See more about all mentioned tools in [Pandoctools
repo]([https://github.com/kiwi0fruit/pandoctools](https://github.com/kiwi0fruit/pandoctools)).

There are also recommendations of nice Atom packages and even good open-source
font fallback chains for Unicode-rich markdown documents (monospace for
editor, serif/sans for output).

 __UPD __

Worth noting that there is another way of joining plain markdown documents
with Jupyter notebooks: storing Jupyter notebooks in markdown format - you
still use Jupyter but have another content manager (or something). [notedown,
podoc and
ipymd]([https://gist.github.com/mrtns/da998d5fde666d6da26807e1f24624...](https://gist.github.com/mrtns/da998d5fde666d6da26807e1f246246e))
go this way.

Another way is to abandon writing code in Jupyter (I myself find it
frustrating) and write it in Atom editor with Hydrogen package.

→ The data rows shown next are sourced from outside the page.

/// Builds the app state (no sockets): used by `run` and by tests.
pub async fn build_state(config: &config::Config) -> Result<Arc<AppState>, StartupError> {
    metrics::init();
    // Only a store the demo model may be built into is created when missing.
    let store = if config.bootstrap_demo {
        Store::open(&config.store)?
    } else {
        Store::open_existing(&config.store)?
    };
    if !demo_model::has_live_model(&store).await? {
        if !config.bootstrap_demo {
            return Err(StartupError::EmptyStore {
                store: config.store.clone(),
            });
        }
        demo_model::publish_demo_model(&store).await?;
    }
    let registry = Arc::new(Registry::new(
        store,
        config.cache_dir.clone(),
        config.default_model.clone(),
        config.poll,
    ));
    let serving = registry.follow_once().await;
    if serving == 0 {
        return Err(StartupError::NothingLoaded {
            store: config.store.clone(),
        });
    }
    if let Some(name) = &config.default_model {
        registry
            .snapshot(Some(name))
            .map_err(StartupError::DefaultModel)?;
    }
    let pool = rayon::ThreadPoolBuilder::new()
        .num_threads(config.threads)
        .thread_name(|i| format!("parse-{i}"))
        .build()?;
    Ok(Arc::new(AppState {
        engine: Engine {
            rollout: Arc::new(rollout::Rollout::new(config.rollout.clone())),
            registry,
            pool,
            limits: config.limits.clone(),
            permits: Arc::new(Semaphore::new(config.limits.max_in_flight)),
        },
        admin_token: config.admin_token.clone(),
        draining: AtomicBool::new(false),
    }))
}
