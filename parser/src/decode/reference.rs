//! Straightforward reference decoders and a brute-force oracle.
//!
//! These are written for obviousness, not speed: the tests check the fast decoders against them,
//! and the benchmarks measure how much faster the fast ones are. Nothing in the service uses them.

use super::{RootConstraint, ScoreMatrix, check_tree, is_projective};

/// Textbook Eisner: one chart `[s][t][direction][complete]` of (score, split) pairs filled by a
/// triple loop, with stored back-pointers. O(n³); ties go to the smallest split point.
pub fn eisner(scores: &ScoreMatrix, root: RootConstraint) -> Vec<usize> {
    const LEFT: usize = 0;
    const RIGHT: usize = 1;
    const INCOMPLETE: usize = 0;
    const COMPLETE: usize = 1;
    let side = scores.side();
    let index = |s: usize, t: usize, dir: usize, comp: usize| ((s * side + t) * 2 + dir) * 2 + comp;
    let mut best = vec![f64::NEG_INFINITY; side * side * 4];
    let mut split = vec![0usize; side * side * 4];
    for s in 0..side {
        best[index(s, s, LEFT, COMPLETE)] = 0.0;
        best[index(s, s, RIGHT, COMPLETE)] = 0.0;
    }
    let single_root = root == RootConstraint::SingleRoot;
    for width in 1..side {
        for s in 0..side - width {
            let t = s + width;
            let (mut inner, mut inner_r) = (f64::NEG_INFINITY, s);
            for r in s..t {
                if s == 0 && single_root && r != 0 {
                    break;
                }
                let v = best[index(s, r, RIGHT, COMPLETE)] + best[index(r + 1, t, LEFT, COMPLETE)];
                if v > inner {
                    inner = v;
                    inner_r = r;
                }
            }
            best[index(s, t, RIGHT, INCOMPLETE)] = inner + scores.get(s, t);
            split[index(s, t, RIGHT, INCOMPLETE)] = inner_r;
            best[index(s, t, LEFT, INCOMPLETE)] = if s == 0 {
                f64::NEG_INFINITY
            } else {
                inner + scores.get(t, s)
            };
            split[index(s, t, LEFT, INCOMPLETE)] = inner_r;
            let (mut right, mut right_r) = (f64::NEG_INFINITY, s + 1);
            for r in s + 1..=t {
                let v = best[index(s, r, RIGHT, INCOMPLETE)] + best[index(r, t, RIGHT, COMPLETE)];
                if v > right {
                    right = v;
                    right_r = r;
                }
            }
            best[index(s, t, RIGHT, COMPLETE)] = right;
            split[index(s, t, RIGHT, COMPLETE)] = right_r;
            let (mut left, mut left_r) = (f64::NEG_INFINITY, s);
            for r in s..t {
                let v = best[index(s, r, LEFT, COMPLETE)] + best[index(r, t, LEFT, INCOMPLETE)];
                if v > left {
                    left = v;
                    left_r = r;
                }
            }
            best[index(s, t, LEFT, COMPLETE)] = left;
            split[index(s, t, LEFT, COMPLETE)] = left_r;
        }
    }
    let mut heads = vec![0usize; side];
    let mut stack = vec![(0usize, side - 1, RIGHT, COMPLETE)];
    while let Some((s, t, dir, comp)) = stack.pop() {
        if s == t {
            continue;
        }
        let r = split[index(s, t, dir, comp)];
        match (dir, comp) {
            (RIGHT, COMPLETE) => {
                stack.push((s, r, RIGHT, INCOMPLETE));
                stack.push((r, t, RIGHT, COMPLETE));
            }
            (LEFT, COMPLETE) => {
                stack.push((s, r, LEFT, COMPLETE));
                stack.push((r, t, LEFT, INCOMPLETE));
            }
            (_, _) => {
                if dir == RIGHT {
                    heads[t] = s;
                } else {
                    heads[s] = t;
                }
                stack.push((s, r, RIGHT, COMPLETE));
                stack.push((r + 1, t, LEFT, COMPLETE));
            }
        }
    }
    heads
}

/// Textbook Chu-Liu-Edmonds: pick every node's best in-arc; if they form a cycle, build a new,
/// smaller graph with the cycle contracted, solve it recursively and expand. O(n³) on dense
/// graphs. Single-root: try every word as the only child of the root (O(n⁴)).
pub fn chu_liu_edmonds(scores: &ScoreMatrix, root: RootConstraint) -> Vec<usize> {
    let side = scores.side();
    let dense: Vec<Vec<f64>> = (0..side)
        .map(|h| (0..side).map(|m| scores.get(h, m)).collect())
        .collect();
    match root {
        RootConstraint::MultiRoot => msa(&dense),
        RootConstraint::SingleRoot => {
            let mut best: Option<(f64, Vec<usize>)> = None;
            for only in 1..side {
                let mut forced = dense.clone();
                for m in 1..side {
                    if m != only {
                        forced[0][m] = f64::NEG_INFINITY;
                    }
                }
                let heads = msa(&forced);
                let score = scores.tree_score(&heads);
                if best.as_ref().is_none_or(|(b, _)| score > *b) {
                    best = Some((score, heads));
                }
            }
            best.map(|(_, heads)| heads).unwrap_or_default()
        }
    }
}

/// Maximum spanning arborescence rooted at 0 of a dense graph `w[h][m]` (−∞ = no arc).
fn msa(w: &[Vec<f64>]) -> Vec<usize> {
    let size = w.len();
    let mut heads = vec![0usize; size];
    for m in 1..size {
        let mut best = f64::NEG_INFINITY;
        for h in 0..size {
            if h != m && w[h][m] > best {
                best = w[h][m];
                heads[m] = h;
            }
        }
    }
    let Some(cycle) = find_cycle(&heads) else {
        return heads;
    };
    let mut in_cycle = vec![false; size];
    for &c in &cycle {
        in_cycle[c] = true;
    }
    // New node ids: the non-cycle nodes keep their order, the cycle becomes the last node.
    let outside: Vec<usize> = (0..size).filter(|&v| !in_cycle[v]).collect();
    let cycle_node = outside.len();
    let new_size = outside.len() + 1;
    let cycle_score: f64 = cycle.iter().map(|&c| w[heads[c]][c]).sum();
    let mut reduced = vec![vec![f64::NEG_INFINITY; new_size]; new_size];
    let mut enter_via = vec![0usize; new_size]; // which cycle member an arc into the cycle enters
    let mut leave_from = vec![0usize; new_size]; // which cycle member an arc out of the cycle leaves
    for (i, &u) in outside.iter().enumerate() {
        for (j, &v) in outside.iter().enumerate() {
            reduced[i][j] = w[u][v];
        }
        let mut best = f64::NEG_INFINITY;
        for &c in &cycle {
            let v = w[u][c] - w[heads[c]][c] + cycle_score;
            if v > best {
                best = v;
                enter_via[i] = c;
            }
        }
        reduced[i][cycle_node] = best;
        let mut best = f64::NEG_INFINITY;
        for &c in &cycle {
            if w[c][u] > best {
                best = w[c][u];
                leave_from[i] = c;
            }
        }
        reduced[cycle_node][i] = best;
    }
    let contracted = msa(&reduced);
    let mut result = heads.clone();
    for (j, &v) in outside.iter().enumerate() {
        if v == 0 {
            continue;
        }
        let h = contracted[j];
        result[v] = if h == cycle_node {
            leave_from[j]
        } else {
            outside[h]
        };
    }
    let from = contracted[cycle_node];
    let entered = enter_via[from];
    result[entered] = outside[from];
    result
}

fn find_cycle(heads: &[usize]) -> Option<Vec<usize>> {
    let size = heads.len();
    let mut color = vec![0u8; size];
    color[0] = 2;
    for start in 1..size {
        let mut path = Vec::new();
        let mut v = start;
        while color[v] == 0 {
            color[v] = 1;
            path.push(v);
            v = heads[v];
        }
        if color[v] == 1 {
            let at = path.iter().position(|&p| p == v).unwrap_or(0);
            return Some(path[at..].to_vec());
        }
        for p in path {
            color[p] = 2;
        }
    }
    None
}

/// Every head assignment of a small sentence that is a tree of the requested kind.
///
/// Enumerates all n^n head vectors (each word's head ranges over the n other positions), keeping
/// those that form a tree, are projective when asked, and have one root child when asked.
/// For n ≤ 7 this is at most 7⁷ ≈ 8.2·10⁵ vectors.
pub fn all_trees(words: usize, projective: bool, root: RootConstraint) -> Vec<Vec<usize>> {
    assert!(words <= 8, "brute force is for tiny sentences");
    let mut trees = Vec::new();
    let mut heads = vec![0usize; words + 1];
    loop {
        let valid_heads = (1..=words).all(|m| heads[m] != m);
        let root_children = if valid_heads {
            check_tree(&heads).ok()
        } else {
            None
        };
        if let Some(root_children) = root_children {
            let root_ok = root == RootConstraint::MultiRoot || root_children == 1;
            if root_ok && (!projective || is_projective(&heads)) {
                trees.push(heads.clone());
            }
        }
        // Next head vector, odometer style over 0..=words for each word.
        let mut m = 1;
        loop {
            if m > words {
                return trees;
            }
            heads[m] += 1;
            if heads[m] <= words {
                break;
            }
            heads[m] = 0;
            m += 1;
        }
    }
}
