/// Everything a suite measured.
#[derive(Debug, Clone, Serialize, Deserialize, Default)]
pub struct Suite {
    pub machine: String,
    pub steady: BTreeMap<String, RunResult>,
    pub lengths: BTreeMap<usize, RunResult>,
    #[serde(default)]
    pub lengths_non_projective_confidence: BTreeMap<usize, RunResult>,
    pub step_up: Vec<RunResult>,
    #[serde(default)]
    pub step_up_other: BTreeMap<String, Vec<RunResult>>,
    /// Highest sentences/s within the p99 budget, per API.
    #[serde(default)]
    pub knees: BTreeMap<String, f64>,
    pub knee_rate: Option<f64>,
    /// Steady run at half the gRPC Parse knee.
    #[serde(default)]
    pub half_knee: Option<RunResult>,
    /// Further steady runs at half the knee, made right after the first (the machine is shared
    /// and noisy; each run's ratio is its own).
    #[serde(default)]
    pub half_knee_repeats: Vec<RunResult>,
    /// Server-side total parse time (p50, p99 in ms) of the 25-word sentences of the first
    /// half-knee run, from `/v1/scaling`: the part of the latency spent computing.
    #[serde(default)]
    pub half_knee_server_ms: Option<(f64, f64)>,
    /// A thread's wake-up lateness with nothing else running (`openloop::wake_probe`), measured
    /// just before the half-knee runs.
    #[serde(default)]
    pub wake_probe_idle: Option<crate::openloop::Latency>,
    /// The server's own latency for the first half-knee run, from its /metrics.
    #[serde(default)]
    pub half_knee_server: Option<ServerView>,
    /// Closed-loop capacity runs: API name → runs at increasing numbers of open requests.
    #[serde(default)]
    pub capacity: BTreeMap<String, Vec<Capacity>>,
    /// Parsing the same sentences in-process on all cores: the median of the rounds.
    #[serde(default)]
    pub in_process_sentences_per_second: Option<f64>,
    /// The in-process rate measured right after each round of capacity runs.
    #[serde(default)]
    pub in_process_rounds: Vec<f64>,
    pub budget_ms: f64,
    pub swap: Option<RunResult>,
    pub swaps_done: usize,
    pub shed: Option<RunResult>,
    pub soak: Option<RunResult>,
    pub rss_kib: BTreeMap<String, u64>,
    pub scaling: serde_json::Value,
    pub accounting: serde_json::Value,
}

/// What the server measured of a run (ms; estimated from its histogram buckets).
#[derive(Debug, Clone, Serialize, Deserialize, Default)]
pub struct ServerView {
    /// gRPC Parse requests, from admission to answer.
    pub request_p50_ms: f64,
    pub request_p99_ms: f64,
    /// Wait for a parsing thread.
    pub queue_wait_p50_ms: f64,
    pub queue_wait_p99_ms: f64,
}

/// One closed-loop run: `open` requests of `batch` sentences kept in flight.
#[derive(Debug, Clone, Serialize, Deserialize, Default)]
pub struct Capacity {
    pub open: usize,
    pub batch: usize,
    /// Which round of capacity runs (each followed by an in-process measurement).
    #[serde(default)]
    pub round: usize,
    pub run: RunResult,
}

/// The median of `values` (the mean of the middle two for an even count); none when empty.
pub fn median(values: &[f64]) -> Option<f64> {
    let mut sorted = values.to_vec();
    sorted.sort_by(f64::total_cmp);
    let n = sorted.len();
    match n {
        0 => None,
        _ if n % 2 == 1 => Some(sorted[n / 2]),
        _ => Some((sorted[n / 2 - 1] + sorted[n / 2]) / 2.0),
    }
}

/// Per round: the best gRPC batch capacity with nothing shed or failed, against the in-process
/// rate measured right after it.
fn batch_rounds(s: &Suite) -> Vec<(usize, &Capacity, f64)> {
    let Some(runs) = s.capacity.get("grpc-batch (32)") else {
        return Vec::new();
    };
    // Reports written before the rounds existed hold one in-process figure, after all runs.
    let locals: Vec<f64> = if s.in_process_rounds.is_empty() {
        s.in_process_sentences_per_second.into_iter().collect()
    } else {
        s.in_process_rounds.clone()
    };
    locals
        .into_iter()
        .enumerate()
        .filter_map(|(round, local)| {
            runs.iter()
                .filter(|c| c.round == round && c.run.errors == 0 && c.run.shed == 0)
                .max_by(|a, b| {
                    a.run
                        .sentences_per_second
                        .total_cmp(&b.run.sentences_per_second)
                })
                .map(|c| (round, c, local))
        })
        .collect()
}

fn cpu_cell(cpu: Option<CpuShares>) -> String {
    cpu.map_or("–".to_string(), |c| {
        format!("{:.0} / {:.0} / {:.0}", c.busy, c.idle, c.steal)
    })
}

fn fmt(x: f64) -> String {
    if x >= 100.0 {
        format!("{x:.0}")
    } else if x >= 10.0 {
        format!("{x:.1}")
    } else {
        format!("{x:.2}")
    }
}

pub fn markdown(s: &Suite) -> String {
    let mut out = String::new();
    let _ = writeln!(out, "# arcwright load-test report\n\n{}\n", s.machine);
    let _ = writeln!(
        out,
        "Open-loop load (latency from each request's scheduled send time). Generator and server share the machine.\n"
    );
    steady_rate(&mut out, s);
    latency_by_length(&mut out, s);
    scaling_exponents(&mut out, s);
    step_up(&mut out, s);
    capacity(&mut out, s);
    half_knee_target(&mut out, s);
    batch_throughput_target(&mut out, s);
    swap_target(&mut out, s);
    hot_swap(&mut out, s);
    shedding(&mut out, s);
    soak(&mut out, s);
    memory(&mut out, s);
    accounting(&mut out, s);
    out
}

/// Steady rate by API.
fn steady_rate(out: &mut String, s: &Suite) {
    let _ = writeln!(
        out,
        "## Steady rate by API\n\n| API | offered req/s | sent | ok | shed | errors | sentences/s | p50 ms | p99 ms |\n| --- | --- | --- | --- | --- | --- | --- | --- | --- |"
    );
    for (api, r) in &s.steady {
        let _ = writeln!(
            out,
            "| {api} | {} | {} | {} | {} | {} | {} | {} | {} |",
            fmt(r.offered_rate),
            r.sent,
            r.ok,
            r.shed,
            r.errors,
            fmt(r.sentences_per_second),
            fmt(r.latency.p50_ms),
            fmt(r.latency.p99_ms)
        );
    }
}

/// Latency by sentence length, both decoders.
fn latency_by_length(out: &mut String, s: &Suite) {
    let _ = writeln!(
        out,
        "\n## Latency by sentence length (gRPC Parse, low rate)\n\n| words | projective p50 ms | p99 ms | non-projective + confidences p50 ms | p99 ms | errors |\n| --- | --- | --- | --- | --- | --- |"
    );
    for (words, r) in &s.lengths {
        let other = s.lengths_non_projective_confidence.get(words);
        let cell = |v: Option<f64>| v.map_or("-".to_string(), fmt);
        let _ = writeln!(
            out,
            "| {words} | {} | {} | {} | {} | {} |",
            fmt(r.latency.p50_ms),
            fmt(r.latency.p99_ms),
            cell(other.map(|o| o.latency.p50_ms)),
            cell(other.map(|o| o.latency.p99_ms)),
            r.errors + other.map_or(0, |o| o.errors)
        );
    }
    let _ = writeln!(
        out,
        "\n![Median latency against sentence length on log-log axes: the client's total per \
         length and the server's stages per length bucket, with fitted slopes]\
         (latency-by-length.svg)"
    );
}

/// The server's own exponent fits from `/v1/scaling`.
fn scaling_exponents(out: &mut String, s: &Suite) {
    if let Some(fits) = s.scaling.get("fits").and_then(|f| f.as_array()) {
        let _ = writeln!(
            out,
            "\n## Server-side scaling exponents (`/v1/scaling`)\n\n| stage | decoder | exponent | R² | samples |\n| --- | --- | --- | --- | --- |"
        );
        for f in fits {
            let _ = writeln!(
                out,
                "| {} | {} | {:.2} | {:.3} | {} |",
                f["stage"].as_str().unwrap_or(""),
                f["decoder"].as_str().unwrap_or(""),
                f["exponent"].as_f64().unwrap_or(f64::NAN),
                f["r_squared"].as_f64().unwrap_or(f64::NAN),
                f["samples"]
            );
        }
    }
}

/// Step-up ladders and the knee.
fn step_up(out: &mut String, s: &Suite) {
    let _ = writeln!(
        out,
        "\n## Step-up (gRPC Parse, 25 words)\n\n| offered req/s | achieved req/s | shed | errors | skipped (client) | p50 ms | p99 ms |\n| --- | --- | --- | --- | --- | --- | --- |"
    );
    for r in &s.step_up {
        let _ = writeln!(
            out,
            "| {} | {} | {} | {} | {} | {} | {} |",
            fmt(r.offered_rate),
            fmt(r.ok as f64 / r.seconds.max(1e-9)),
            r.shed,
            r.errors,
            r.client_overloaded,
            fmt(r.latency.p50_ms),
            fmt(r.latency.p99_ms)
        );
    }
    let _ = writeln!(
        out,
        "\nKnee (highest rate with p99 ≤ {} ms, nothing shed, no errors): {}",
        s.budget_ms,
        s.knee_rate
            .map_or("not reached".to_string(), |k| format!("{} req/s", fmt(k)))
    );
    let _ = writeln!(
        out,
        "\n![Achieved requests/s and p99 latency (log axis) against offered load, knee and \
         budget marked](step-up.svg)"
    );
    for (name, runs) in &s.step_up_other {
        let _ = writeln!(
            out,
            "\n### Step-up, {name}\n\n| offered req/s | sentences/s | shed | errors | p50 ms | p99 ms |\n| --- | --- | --- | --- | --- | --- |"
        );
        for r in runs {
            let _ = writeln!(
                out,
                "| {} | {} | {} | {} | {} | {} |",
                fmt(r.offered_rate),
                fmt(r.sentences_per_second),
                r.shed,
                r.errors,
                fmt(r.latency.p50_ms),
                fmt(r.latency.p99_ms)
            );
        }
    }
    if !s.knees.is_empty() {
        let knees: Vec<String> = s
            .knees
            .iter()
            .map(|(k, v)| format!("{k} {}", fmt(*v)))
            .collect();
        let _ = writeln!(
            out,
            "\nSentences/s at the knee (25-word demo sentences unless a file is named; a batch's budget scales with its size): {}",
            knees.join(", ")
        );
    }
}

But then the
question of export to ipynb arises. And Pandoctools solves this problem.

And even more! It's shell pipelines allow you to add custom text
transformations and leverage pandoc filters. So for example I added SugarTeX
filter because I didn't liked how LaTeX insertions look alien in Markdown (I
guess it's because of low readability of LaTeX - both Python and Markdown are
very readable languages).